In deze zaak, die voor de Rechtbank Amsterdam is behandeld, gaat het om de verdeling van een woning na het overlijden van de heer [erflater] op 24 december 2017. De erflater had vier kinderen, die als erfgenamen optreden, en een partner, [gedaagde], met wie hij een affectieve relatie had. De woning, die gezamenlijk door de erflater en [gedaagde] was gekocht, valt voor de helft in de nalatenschap. Na het overlijden van de erflater is [gedaagde] in de woning blijven wonen, maar er is geen testament opgesteld, wat leidt tot een geschil over de verdeling van de woning.
De rechtbank heeft vastgesteld dat de hoofdregel voor de waardering van de woning de peildatum is van de feitelijke verdeling. [eiser] vordert dat de woning wordt verkocht aan een derde, terwijl [gedaagde] de woning zelf wil overnemen. De rechtbank oordeelt dat er geen reden is om af te wijken van de hoofdregel en dat de waarde van de woning op het moment van verdeling moet worden vastgesteld. De rechtbank benoemt een makelaar voor de taxatie van de woning en geeft [gedaagde] de kans om het aandeel van de nalatenschap in de woning over te nemen tegen de getaxeerde waarde.

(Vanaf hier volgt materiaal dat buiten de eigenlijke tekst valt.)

#[test]
fn plots_are_well_formed_deterministic_and_escaped() {
    let d = hostile_library();
    let a = d.path().join("a.svg");
    let b = d.path().join("b.svg");
    for out in [&a, &b] {
        let o = run(&[
            "--library",
            d.path().to_str().unwrap(),
            "plot",
            "--pair",
            "hostile",
            "--plane",
            "angle-collision-velocity",
            "--point",
            "450m/s,10deg",
            "-o",
            out.to_str().unwrap(),
        ]);
        assert_eq!(o.status.code(), Some(0), "{}", stderr(&o));
    }
    let sa = std::fs::read_to_string(&a).unwrap();
    assert_eq!(
        sa,
        std::fs::read_to_string(&b).unwrap(),
        "same input, different bytes"
    );
    parse_xml(&sa);
    assert!(sa.contains("&lt;script&gt;"));
    assert!(!sa.contains("<script"));
    // PNG for slides: a real PNG file, text drawn with the bundled font.
    let png = d.path().join("w.png");
    let o = run(&[
        "plot",
        "--pair",
        "demo-al6061-on-cu",
        "--point",
        "450m/s,10deg",
        "-o",
        png.to_str().unwrap(),
    ]);
    assert_eq!(o.status.code(), Some(0), "{}", stderr(&o));
    let bytes = std::fs::read(&png).unwrap();
    assert_eq!(&bytes[..8], b"\x89PNG\r\n\x1a\n");
    assert!(
        bytes.len() > 50_000,
        "PNG looks empty: {} bytes",
        bytes.len()
    );
    fails_with(
        &["plot", "--pair", "demo-al6061-on-cu", "-o", "w.gif"],
        &[
            "-o w.gif",
            "'.gif' is not a format it writes; supported: .svg, .png",
        ],
    );
    fails_with(
        &[
            "plot",
            "--pair",
            "demo-al6061-on-cu",
            "--point",
            "450,10deg",
            "-o",
            "w.svg",
        ],
        &["--point", "has no unit"],
    );
}

/// The number in `attr="..."` of an SVG element's line.
fn svg_attr(line: &str, attr: &str) -> f64 {
    let at = line.find(&format!(" {attr}=\"")).expect(attr) + attr.len() + 3;
    line[at..].split('"').next().unwrap().parse().expect(attr)
}

/// The distance in pixels from the box (x0, y0, x1, y1) to the segment a-b (0 when they meet;
/// sampled along the segment, to a tenth of its length).
fn box_to_segment(b: (f64, f64, f64, f64), a: (f64, f64), c: (f64, f64)) -> f64 {
    (0..=10)
        .map(|k| {
            let t = f64::from(k) / 10.0;
            let p = (a.0 + t * (c.0 - a.0), a.1 + t * (c.1 - a.1));
            let dx = (b.0 - p.0).max(0.0).max(p.0 - b.2);
            let dy = (b.1 - p.1).max(0.0).max(p.1 - b.3);
            dx.hypot(dy)
        })
        .fold(f64::INFINITY, f64::min)
}

/// The probability plot with a proposed point (the demo pair, invented data): the legend makes
/// room for every entry (the picture grows below it) instead of leaving one out; each user
/// boundary's label sits beside its own line (its halo within 24 px of the line through the
/// boundary's points); and the two boundaries are drawn, and shown in the legend, with
/// different dashes (the first solid: one piece in the legend; the second dashed: several).
#[test]
fn the_probability_plot_shows_every_legend_entry_and_labels_each_boundary_at_its_line() {
    let d = tempfile::tempdir().unwrap();
    let out = d.path().join("p.svg");
    let o = run(&[
        "plot",
        "--pair",
        "demo-al6061-on-cu",
        "--probability",
        "--velocity-sd",
        "5%",
        "--angle-sd",
        "1deg",
        "--point",
        "450m/s,10deg",
        "-o",
        out.to_str().unwrap(),
    ]);
    assert_eq!(o.status.code(), Some(0), "{}", stderr(&o));
    let svg = std::fs::read_to_string(&out).unwrap();
    parse_xml(&svg);
    assert!(!svg.contains("more entries not shown"), "an entry left out");
    for entry in [
        "proposed point",
        "weld probability 90 %",
        "melted",
        "Points",
    ] {
        assert!(svg.contains(entry), "missing legend entry '{entry}'");
    }
    let head = svg.lines().find(|l| l.starts_with("<svg")).unwrap();
    let height = svg_attr(head, "height");
    assert!(height > 680.0, "the picture did not grow: {head}");
    assert!(svg.contains(&format!("viewBox=\"0 0 1100 {height}\"")));
    // The caution line is inside the picture.
    let lines: Vec<&str> = svg.lines().collect();
    let caution = lines
        .iter()
        .position(|l| l.starts_with("Screening estimate from published relations"))
        .unwrap();
    assert!(svg_attr(lines[caution - 1], "y") < height);
    // The boundaries' points (black dots of radius 3), in the order of the pair file.
    let dots: Vec<(f64, f64)> = lines
        .iter()
        .filter(|l| {
            l.starts_with("<circle") && l.contains(" r=\"3\"") && l.contains("fill=\"#000000\"")
        })
        .map(|l| (svg_attr(l, "cx"), svg_attr(l, "cy")))
        .collect();
    assert_eq!(dots.len(), 7, "4 + 3 boundary points");
    for (label, own) in [
        ("lowest welding velocity seen (HBW-2026)", &dots[..4]),
        ("tip bounce-back angle (HBW-2026)", &dots[4..]),
    ] {
        let at = lines.iter().position(|l| *l == label).expect(label);
        // The halo drawn just before the text.
        let halo = lines[at - 2];
        assert!(halo.starts_with("<rect"), "{halo}");
        let (x, y) = (svg_attr(halo, "x"), svg_attr(halo, "y"));
        let b = (
            x,
            y,
            x + svg_attr(halo, "width"),
            y + svg_attr(halo, "height"),
        );
        let gap = own
            .windows(2)
            .map(|s| box_to_segment(b, s[0], s[1]))
            .fold(f64::INFINITY, f64::min);
        assert!(gap <= 24.0, "'{label}' is {gap:.0} px from its line");
    }
    // The legend's boundary samples (black, 3 px, right of the plot): a solid and a dashed one.
    let mut pieces: std::collections::BTreeMap<i64, usize> = std::collections::BTreeMap::new();
    for l in &lines {
        if l.starts_with("<polyline") && l.contains("stroke=\"#000000\" stroke-width=\"3\"") {
            let pts: Vec<(f64, f64)> = l
                .split("points=\"")
                .nth(1)
                .unwrap()
                .split('"')
                .next()
                .unwrap()
                .split_whitespace()
                .map(|p| {
                    let (a, b) = p.split_once(',').unwrap();
                    (a.parse().unwrap(), b.parse().unwrap())
                })
                .collect();
            if pts.iter().all(|p| p.0 >= 800.0) {
                *pieces.entry(pts[0].1 as i64).or_default() += 1;
            }
        }
    }
    let counts: Vec<usize> = pieces.values().copied().collect();
    assert_eq!(counts.len(), 2, "{pieces:?}");
    assert_eq!(counts[0], 1, "the first boundary is solid: {pieces:?}");
    assert!(counts[1] > 1, "the second boundary is dashed: {pieces:?}");
}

In reconventie vordert [gedaagde] een bedrag van € 49.035,52 van de nalatenschap, wat onder andere bestaat uit eigenaarslasten en rente van de hypotheek. De rechtbank wijst deze vordering gedeeltelijk toe en compenseert de proceskosten, zodat iedere partij de eigen kosten draagt. De uitspraak is gedaan door rechter T.H. van Voorst Vader op 7 april 2021.